I don't believe anything short of a trip to Portland is gonna work. And I understand his reasons.


----------



## Redfishr (Jul 26, 2004)

Rail bird can back up his words......with that video of his boat running in mud.
Unbelievable.


----------



## devil1824 (Sep 4, 2010)

I had the pleasure to watch it once on the interwebs. I would've called him a liar if I had not seen the vid. Awesome.


----------



## 89rfl (Aug 15, 2011)

i measured from the bottom of the hull to the tip of the scag and it was 6 inches exactly so i dont understand how you can possible go any shallower in my rig? and when i bought it at krestas they said it would go in 6 inches so i geuss thats what its set for.
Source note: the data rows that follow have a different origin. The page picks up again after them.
"""The keys of [report]: texts, a logo that a report can carry, revisions, and what is recommended."""

import base64
import datetime
import io
import os
import struct
import time
import zlib

import pytest
from hypothesis import given
from hypothesis import strategies as st
from PIL import Image

from retrofit.case.logo import LARGEST_LOGO_BYTES, logo_at
from retrofit.case.paper import Revision
from retrofit.errors import QuantityError

START = """\
[plant]
refrigerant = "R404A"
[duty]
cooling = "120 kW"
evaporating = "-8 degC"
condensing = "42 degC"
[compare]
candidates = ["R448A", "R449A"]
[report]
"""
LINE = START.count("\n") + 1  # where a key added to [report] stands
SVG = b'<svg xmlns="http://www.w3.org/2000/svg" viewBox="0 0 8 8"><path d="M0 0h8v8z"/></svg>'


def chunk(kind, body):
    """Return a chunk of a PNG file: length, kind, body, check sum (PNG, third edition, 5.3)."""
    return struct.pack(">I", len(body)) + kind + body + struct.pack(">I", zlib.crc32(kind + body))


def png(width=2, height=2, pixels=b"\x00" * 6):
    """Return a grey picture that claims a size, with its rows packed (PNG, third edition, 7.2 and 11.2.1)."""
    head = chunk(b"IHDR", struct.pack(">II", width, height) + b"\x08\x00\x00\x00\x00")
    return b"\x89PNG\r\n\x1a\n" + head + chunk(b"IDAT", zlib.compress(pixels)) + chunk(b"IEND", b"")


def drawn(kind, width=3, height=2):
    """Return a picture as a library of others writes it."""
    buffer = io.BytesIO()
    Image.new("RGB", (width, height), (0, 90, 120)).save(buffer, kind)
    return buffer.getvalue()


def svg(inside, **attributes):
    """Return a drawing with something in it."""
    more = "".join(f' {name}="{value}"' for name, value in attributes.items())
    return f'<svg xmlns="http://www.w3.org/2000/svg" viewBox="0 0 8 8"{more}>{inside}</svg>'.encode()


def nested(how, levels=10, times=10):
    """Return a drawing of some kilobytes whose parts repeat each other: ten of ten of ten, ten levels up."""
    parts = "".join(how(level, times) for level in range(1, levels))
    return svg(f'<defs><g id="p0"><rect width="1" height="1"/></g>{parts}</defs><use href="#p{levels - 1}"/>')


def test_a_report_as_written(case, tmp_path):
    """Each key is held as what it is; the logo as the picture beside the case file."""
    (tmp_path / "pictures").mkdir()
    (tmp_path / "pictures" / "mark.svg").write_bytes(SVG)
    report = case(
        START
        + 'client = "A client"\nsite = "A site"\nsystem_id = "P1"\ncompany = "A company"\nlogo = "pictures/mark.svg"\n'
        'prepared = "P"\nchecked = "C"\napproved = "A"\ndecide_by = 2027-01-31\nrecommended = "r-448a"\n'
        'fallback = "R404A"\nconditions = ["First.", "Second."]\n'
        'revisions = [["A", "2026-12-01", "first issue", "P"], {rev = "B", date = 2026-12-05, what = "w", by = "C"}]\n'
    ).report

    assert (report.client, report.site, report.system_id, report.company) == ("A client", "A site", "P1", "A company")
    assert (report.prepared, report.checked, report.approved) == ("P", "C", "A")
    assert report.decide_by == datetime.date(2027, 1, 31)
    assert (report.recommended, report.fallback) == ("R448A", "R404A")
    assert report.conditions == ("First.", "Second.")
    assert report.revisions == (
        Revision("A", datetime.date(2026, 12, 1), "first issue", "P"),
        Revision("B", datetime.date(2026, 12, 5), "w", "C"),
    )
    assert (report.logo.media_type, report.logo.content) == ("image/svg+xml", SVG)


def test_nothing_of_it_is_needed(case):
    """Without the table there is none; an empty one assumes nothing."""
    assert case(START.removesuffix("[report]\n")).report is None
    read = case(START)
    assert read.report.revisions == ()
    assert not [default for default in read.defaults if default.key.startswith("report.")]


FAULTS = {
    "a refrigerant not compared": ('recommended = "R290"', "report.recommended", "R-290 is not compared here"),
    "no refrigerant": ('recommended = "R4040"', "report.recommended", "not in the catalogue"),
    "twice the same": ('recommended = "R448A"\nfallback = "R448A"', "report.fallback", "is what is recommended"),
    "no text": ("client = 7", "report.client", "a text is needed"),
    "hidden characters": ('client = "a\\u202eb"', "report.client", "hidden character"),
    "no day": ('decide_by = "31.1.2027"', "report.decide_by", "is no date"),
    "no list": ('conditions = "One."', "report.conditions", "a list is needed"),
    "too many": (f"conditions = {['a'] * 13}", "report.conditions", "the list has 13 items"),
    "half a revision": ('revisions = [["A", "2026-12-01"]]', "report.revisions[1]", "a list of 2 stands where"),
    "a revision without its day": (
        'revisions = [{rev = "A", what = "w", by = "b"}]', "report.revisions[1]", "has the keys rev, date, what and by",
    ),
    "a revision on no day": ('revisions = [["A", "soon", "w", "b"]]', "report.revisions[1]", "date: "),
    "an unknown key": ('phone = "1"', "report.phone", 'there is no key "phone" in [report]'),
    "a missing logo": ('logo = "no.png"', "report.logo", 'there is no file "no.png"'),
    "a folder for a logo": ('logo = "."', "report.logo", "is not an ordinary file"),
    "an absolute path": ('logo = "/etc/hostname"', "report.logo", "leads out of the folder"),
    "a path that climbs": ('logo = "a/../../b.png"', "report.logo", "leads out of the folder"),
    "an empty path": ('logo = ""', "report.logo", "is no path"),
    "a number for a logo": ("logo = 3", "report.logo", "a path is needed"),
    "a text for a logo": ('logo = "plant.toml"', "report.logo", "neither PNG nor JPEG nor"),
}  # fmt: skip


@pytest.mark.parametrize(("lines", "key", "words"), FAULTS.values(), ids=FAULTS)
def test_a_fault_is_told_with_its_line(lines, key, words, complaints):
    """The complaint stands at the line of the key and says what is wrong."""
    (line, found, text), *others = complaints(START + lines + "\n")

    assert (line, found) == (LINE + lines.count("\n"), key)
    assert words in text
    assert others == []


PICTURES = {
    "png": (png(), "image/png"),
    "png of a library": (drawn("PNG"), "image/png"),
    "jpeg": (drawn("JPEG"), "image/jpeg"),
    "svg that uses a part": (svg('<g id="a"><path d="M0 0h1"/></g><use href="#a" x="2"/>'), "image/svg+xml"),
    "svg with colours for every part": (
        svg(
            '<style>.a{fill:url(#c)}</style><linearGradient id="c"><stop/><stop/></linearGradient>'
            + '<path class="a" d="M0 0h1"/>' * 900
        ),
        "image/svg+xml",
    ),
    "svg with a picture": (
        svg(f'<image href="data:image/png;base64,{base64.b64encode(drawn("PNG")).decode()}"/>'),
        "image/svg+xml",
    ),
    "svg": (SVG, "image/svg+xml"),
    "svg with a head": (b'\xef\xbb\xbf<?xml version="1.0" encoding="UTF-8"?>\n<!-- a -->' + SVG, "image/svg+xml"),
    # Its script cannot run: it is shown as a picture only.
    "svg with a script": (SVG.replace(b"<path", b"<script>alert(1)</script><path"), "image/svg+xml"),
}


@pytest.mark.parametrize(("content", "media_type"), PICTURES.values(), ids=PICTURES)
def test_the_kind_of_a_picture_is_found_from_its_bytes(content, media_type, tmp_path):
    """Whatever its name says."""
    (tmp_path / "logo.dat").write_bytes(content)

    logo = logo_at(tmp_path, "logo.dat")

    assert (logo.path, logo.media_type, logo.content) == ("logo.dat", media_type, content)


NO_PICTURES = {
    "empty": b"",
    "html": b"<html><body>logo</body></html>",
    "gif": b"GIF89a\x01\x00\x01\x00",
    "cut png": png()[:-9],
    "png without pixels": b"\x89PNG\r\n\x1a\n" + chunk(b"IHDR", bytes(13)) + chunk(b"IEND", b""),
    "damaged png": png().replace(b"IDAT", b"IDAX"),
    "huge png": png(100_000, 100_000),
    "flat png": png(0, 5),
    "png that claims a long chunk": b"\x89PNG\r\n\x1a\n\xff\xff\xff\xffIHDR",
    "png with noise for pixels": png().replace(zlib.compress(b"\x00" * 6), b"\x07" * len(zlib.compress(b"\x00" * 6))),
    "png cut in its pixels": drawn("PNG", 300, 300)[:60],
    "png that unpacks to gigabytes": png(4000, 4001, b"\0" * 1000),
    "png of noise after its head": drawn("PNG")[:60] + b"\7" * 40,
    "cut jpeg": drawn("JPEG", 40, 40)[:-40],
    "jpeg without its picture": drawn("JPEG", 40, 40)[:200],
    "huge jpeg": drawn("JPEG", 4001, 1),
    "jpeg that runs in circles": b"\xff\xd8\xff\xe0\x00\x00" * 9,
    "svg with entities": b'<!DOCTYPE svg [<!ENTITY a "b">]>' + SVG,
    "svg cut": SVG[:-4],
    "svg in two bytes a letter": SVG.decode().encode("utf-16"),
    "svg without its name space": b"<svg/>",
    "svg with a doctype": b"<!doctype svg>" + SVG,
    "svg of another name space": b'<svg xmlns="urn:x"/>',
    "svg that repeats by use": nested(
        lambda level, times: f'<g id="p{level}">{f"""<use href="#p{level - 1}"/>""" * times}</g>'
    ),
    "svg that repeats by links": nested(
        lambda level, times: (
            f'<g id="p{level}">'
            + f"""<use xmlns:l="http://www.w3.org/1999/xlink" l:href="#p{level - 1}"/>""" * times
            + "</g>"
        )
    ),
    "svg that repeats by patterns": nested(
        lambda level, times: f'<pattern id="p{level}">{f"""<rect fill="url(#p{level - 1})"/>""" * times}</pattern>'
    ),
    "svg that repeats by masks": nested(
        lambda level, times: (
            f'<mask id="p{level}"><g style="mask:url(\'#p{level - 1}\')">{"<rect/>" * times}</g></mask>'
        )
    ),
    "svg that repeats by its style sheet": svg(
        f'<style>rect{{fill:url(#p)}}</style><pattern id="p">{"<circle/>" * 200}</pattern>{"<rect/>" * 200}'
    ),
    "svg that repeats itself": svg('<g id="a"><use href="#a"/></g>'),
    "svg that repeats itself in turns": svg('<g id="a"><use href="#b"/></g><g id="b"><use href="#a"/></g>'),
    "svg with marks at every point": svg('<marker id="m"><rect/></marker><path marker-mid="url(#m)" d="M0 0"/>'),
    "svg with too many parts": svg("<rect/>" * 6000),
    "svg with parts in parts": svg("<g>" * 200 + "</g>" * 200),
    "svg that fetches": svg('<image href="http://127.0.0.1/x.png"/>'),
    "svg that fetches a file": svg('<use href="other.svg#a"/>'),
    "svg with a drawing in it": svg('<image href="data:image/svg+xml;base64,AAAA"/>'),
    "svg with a broken picture": svg('<image href="data:image/png;base64,AAAA"/>'),
    "svg with half a picture": svg('<image href="data:image/png;base64,A"/>'),
    "svg with a huge picture": svg(
        f'<image href="data:image/png;base64,{base64.b64encode(png(100_000, 100_000)).decode()}"/>'
    ),
    "too large": SVG + b" " * LARGEST_LOGO_BYTES,
}


@pytest.mark.parametrize("content", NO_PICTURES.values(), ids=NO_PICTURES)
def test_what_cannot_be_shown_is_refused(content, tmp_path):
    """The complaint names the file, and comes in a moment."""
    (tmp_path / "logo").write_bytes(content)
    begun = time.perf_counter()

    with pytest.raises(QuantityError, match='"logo" is'):
        logo_at(tmp_path, "logo")
    assert time.perf_counter() - begun < 20.0  # drawing one of them takes over a minute


def test_a_link_out_of_the_folder_is_no_logo(tmp_path):
    """Neither a link nor a folder that is one; a link within the folder is."""
    folder = tmp_path / "case"
    folder.mkdir()
    (tmp_path / "secret.svg").write_bytes(SVG)
    (folder / "mine.svg").write_bytes(SVG)
    (folder / "out.svg").symlink_to(tmp_path / "secret.svg")
    (folder / "up").symlink_to(tmp_path)
    (folder / "in.svg").symlink_to(folder / "mine.svg")

    for name in ("out.svg", "up/secret.svg"):
        with pytest.raises(QuantityError, match="is a link out of the folder"):
            logo_at(folder, name)
    assert logo_at(folder, "in.svg").content == SVG


@given(content=st.binary(max_size=80), start=st.sampled_from([b"", b"\x89PNG\r\n\x1a\n", b"\xff\xd8\xff", b"<svg"]))
def test_no_bytes_end_in_anything_but_a_picture_or_a_complaint(content, start, tmp_path_factory):
    """A picture or our complaint, whatever the bytes."""
    folder = tmp_path_factory.getbasetemp()
    (folder / "any-logo").write_bytes(start + content)
    complaint, logo = "", None
    try:
        logo = logo_at(folder, "any-logo")
    except QuantityError as error:
        complaint = str(error)

    assert logo.content == start + content if logo else '"any-logo"' in complaint


@pytest.mark.skipif(not hasattr(os, "mkfifo"), reason="needs named pipes")
def test_a_pipe_in_place_of_a_logo_does_not_wait(tmp_path):
    """Only ordinary files are opened."""
    os.mkfifo(tmp_path / "logo")

    with pytest.raises(QuantityError, match="not an ordinary file"):
        logo_at(tmp_path, "logo")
I dont actully want to go that shallow but its nice to be able to do it when you get in a jam because thats what happened to us and i was wondering if the motor needs to be raised.


----------



## Gilbert (May 25, 2004)

89rfl said:


> i measured from the bottom of the hull to the tip of the scag and it was 6 inches exactly so i dont understand how you can possible go any shallower in my rig? and when i bought it at krestas they said it would go in 6 inches so i geuss thats what its set for. I dont actully want to go that shallow but its nice to be able to do it when you get in a jam because thats what happened to us and i was wondering if the motor needs to be raised.


this isn't a majek rfl but it works the same. it should explain how it works.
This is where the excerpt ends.